> RECORDS TO PROCESS:

::::

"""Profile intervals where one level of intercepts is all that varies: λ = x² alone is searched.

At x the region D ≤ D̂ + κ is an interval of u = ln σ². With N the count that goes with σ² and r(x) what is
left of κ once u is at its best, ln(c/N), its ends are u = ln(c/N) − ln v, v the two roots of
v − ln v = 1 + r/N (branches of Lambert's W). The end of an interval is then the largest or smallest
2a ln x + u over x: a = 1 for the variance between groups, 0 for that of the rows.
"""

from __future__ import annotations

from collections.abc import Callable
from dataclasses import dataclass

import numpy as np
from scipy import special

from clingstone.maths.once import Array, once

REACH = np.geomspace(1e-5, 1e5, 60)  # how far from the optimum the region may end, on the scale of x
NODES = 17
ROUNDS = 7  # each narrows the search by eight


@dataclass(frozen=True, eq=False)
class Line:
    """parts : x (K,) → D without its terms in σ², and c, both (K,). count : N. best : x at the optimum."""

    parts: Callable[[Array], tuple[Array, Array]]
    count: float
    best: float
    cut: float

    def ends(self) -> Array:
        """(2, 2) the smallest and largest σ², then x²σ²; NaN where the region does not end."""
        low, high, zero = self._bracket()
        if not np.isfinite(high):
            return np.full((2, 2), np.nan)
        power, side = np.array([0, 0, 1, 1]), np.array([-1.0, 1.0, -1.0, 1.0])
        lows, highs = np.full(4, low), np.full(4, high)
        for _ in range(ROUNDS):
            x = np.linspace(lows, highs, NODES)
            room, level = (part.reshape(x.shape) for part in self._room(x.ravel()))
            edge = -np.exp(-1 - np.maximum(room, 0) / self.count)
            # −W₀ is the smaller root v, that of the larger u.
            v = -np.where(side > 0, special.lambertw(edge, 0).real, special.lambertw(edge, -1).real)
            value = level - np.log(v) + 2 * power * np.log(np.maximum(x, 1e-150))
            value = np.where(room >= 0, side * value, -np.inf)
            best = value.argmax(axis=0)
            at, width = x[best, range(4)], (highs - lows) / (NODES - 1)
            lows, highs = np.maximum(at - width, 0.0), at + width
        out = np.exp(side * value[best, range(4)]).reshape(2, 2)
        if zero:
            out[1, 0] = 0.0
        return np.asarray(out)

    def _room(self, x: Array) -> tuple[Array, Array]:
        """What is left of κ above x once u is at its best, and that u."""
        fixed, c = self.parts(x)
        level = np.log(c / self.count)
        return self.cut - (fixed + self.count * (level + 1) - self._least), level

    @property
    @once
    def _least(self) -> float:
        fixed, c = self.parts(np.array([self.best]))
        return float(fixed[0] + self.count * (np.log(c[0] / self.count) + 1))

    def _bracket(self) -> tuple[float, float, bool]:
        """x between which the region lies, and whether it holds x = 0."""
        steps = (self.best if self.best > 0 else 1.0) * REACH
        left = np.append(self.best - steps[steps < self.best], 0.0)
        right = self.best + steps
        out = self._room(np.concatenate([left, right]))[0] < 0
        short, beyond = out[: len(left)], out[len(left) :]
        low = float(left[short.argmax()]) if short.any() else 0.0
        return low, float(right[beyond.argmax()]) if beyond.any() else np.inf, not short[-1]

::::

Wherever a line in the listing contains the word "right", copy that line out.

> WRITTEN RESPONSE:
        right = self.best + steps
        out = self._room(np.concatenate([left, right]))[0] < 0
        return low, float(right[beyond.argmax()]) if beyond.any() else np.inf, not short[-1]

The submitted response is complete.